Chandler puts his hand on Amy’s knee and leans back in his chair. “It’s our job as men to be better than our fathers. I’ll tell my son that some day.”
“Your. . . son?”
Amy rubs her tummy. “He says it’s a boy for sure. Too early to tell, though.”
“Holy shit. Guys, congratulations!” I cock my head. “Wait, what about the wedding?”
Amy smiles. “I’m tiny as it is. I figure maybe being pregnant can add some curves. Maybe my boobs will get bigger.”
Chandler rubs the back of her neck. “Shush, Squirt. You know I love your. . .” he stops himself, and looks at me. “I was just about to say something very inappropriate, but I didn’t. You’re welcome, Carter.”
“Seriously, congratulations, guys. And also, you still disgust me with how lovey dovey you are.”

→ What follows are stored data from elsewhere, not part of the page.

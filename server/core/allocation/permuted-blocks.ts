import { assert, DomainError } from '../errors.ts';
import { type Draw, uniformBelow } from './keyed-draw.ts';

/** The blocks of a cell that are complete: how many, and how often each sequence stands in them. */
export interface CompleteBlocks {
  readonly blocks: number;
  readonly perSequence: number;
}

export const NO_BLOCKS: CompleteBlocks = { blocks: 0, perSequence: 0 };

/** The block of a cell that the next slot belongs to. */
export interface OpenBlock {
  /** Every sequence stands so often in this block. */
  readonly multiple: number;
  /** How often each sequence is still to be handed out in it; at least one of them is not 0. */
  readonly remaining: Int32Array;
  readonly complete: CompleteBlocks;
}

/**
 * The block that the next slot of a cell belongs to, under *permuted blocks* of random size.
 *
 * A block holds every sequence equally often: one of `multiples`, each equally likely, drawn by the
 * block's own generator. The generator is the block's and not that of its first slot, so that the
 * sizes follow from the number of the block: the counts of a cell then tell where in which block it
 * stands, and nothing has to be stored beside them. Costs one draw a block.
 *
 * @param input.cell      issued slots by sequence index; not modified
 * @param input.multiples whole numbers from 1, at least one
 * @param input.complete  blocks that are known to be complete; saves drawing their sizes again
 * @param input.drawOf    the generator of a block's size, by its number from 1
 * @throws {DomainError} when the counts are none that such blocks can give, or a list is empty
 */
export function openBlock(input: {
  readonly cell: Int32Array;
  readonly multiples: readonly number[];
  readonly complete?: CompleteBlocks;
  readonly drawOf: (blockNumber: number) => Draw;
}): OpenBlock {
  const { cell, multiples, complete: known = NO_BLOCKS, drawOf } = input;
  if (cell.length === 0) throw new DomainError('There are no sequences to hand out');
  const issued = cell.reduce((sum, count) => sum + count, 0);
  let { blocks, perSequence } = known;
  // Each block holds a slot at least, so there are no more complete blocks than slots.
  while (blocks <= issued) {
    const { value } = uniformBelow(multiples.length, drawOf(blocks + 1));
    const multiple = multiples[value] ?? 0;
    const afterBlock = perSequence + multiple;
    if (issued < afterBlock * cell.length) {
      const remaining = cell.map((count) => afterBlock - count);
      if (remaining.some((count) => count < 0 || count > multiple)) {
        throw new DomainError(`Blocks cannot give the counts ${Array.from(cell).join(', ')}`);
      }
      return { multiple, remaining, complete: { blocks, perSequence } };
    }
    blocks += 1;
    perSequence = afterBlock;
  }
  assert(false, 'a cell has at most as many complete blocks as slots');
}

/**
 * The policy *permuted blocks*: which sequence the next slot of a cell carries. Every slot that the
 * open block has left is equally likely, which makes every order of the block equally likely.
 *
 * What holds, whatever the order of arrivals, with m the largest of the multiples:
 * - Cell: counts by sequence never differ by more than m. Proof: complete blocks give every
 *   sequence equally often; in the open one each has been handed out 0 to m times. The bound is
 *   reached whenever one sequence happens to come m times before another comes at all. After each
 *   complete block the counts are equal.
 * - Margins: by at most m times the number of cells that make them up (adding up the bounds of the
 *   cells): S strata at a site, K sites in a stratum, K · S cells in the study. Cells know nothing
 *   of one another here, so margins are looser than under *balanced*.
 *
 * Source: permuted blocks within strata, Zelen 1974 (Journal of Chronic Diseases 27:365–375); that
 * their size is drawn is common practice. The bounds follow as above.
 *
 * @param block what `openBlock` gives
 * @param draw  the slot's generator, see `slotDraw`
 * @returns the sequence index, and how many draws of the slot were used
 */
export function nextInBlock(
  block: OpenBlock,
  draw: Draw,
): { sequenceIndex: number; drawsUsed: number } {
  const left = block.remaining.reduce((sum, count) => sum + count, 0);
  const { value, drawsUsed } = uniformBelow(left, draw);
  let passed = 0;
  for (const [sequenceIndex, count] of block.remaining.entries()) {
    passed += count;
    if (value < passed) return { sequenceIndex, drawsUsed };
  }
  assert(false, 'a number below what is left of a block points at one of its sequences');
}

“Thanks!” Amy says, and I’m not sure what else to say. “So are you going to take the test? You should find out about your family! Oooh, what if you two are brothers?!” She says, joking.
I laugh, and our food arrives.
Amy lets out a screech of joy and claps quietly.
Chandler reaches across the table and grabs Amy’s plate from the server.
She locks eyes with him as he hands it to her, and her hand lingers on his forearm. “Thanks, Babe,” she whispers softly, in a voice not meant for me to hear.
“Thanks,” I say, turning to the waitress, who glances passive aggressively at the four plates of bacon on the table, as if to prove she got the order right.
As we dig in, an emotion sets in as I watch Chandler and Amy that I’ve never felt for another couple in my life: envy. I want what they have.
Maybe not today, but someday. And I’ve never wanted that.
It would take one hell of a woman for me to fall in love, though.
25
Lacy
The morning light streams into Carter’s room, making me stir. I’m sore all over.
I’m a flexible girl, but my legs are sore, and I’ve got an idea why. That’s what happens when you get pretzeled into an array of different positions over a marathon fucking session into the wee hours.
Not to mention how sore I am between my legs. I might have to ice myself down.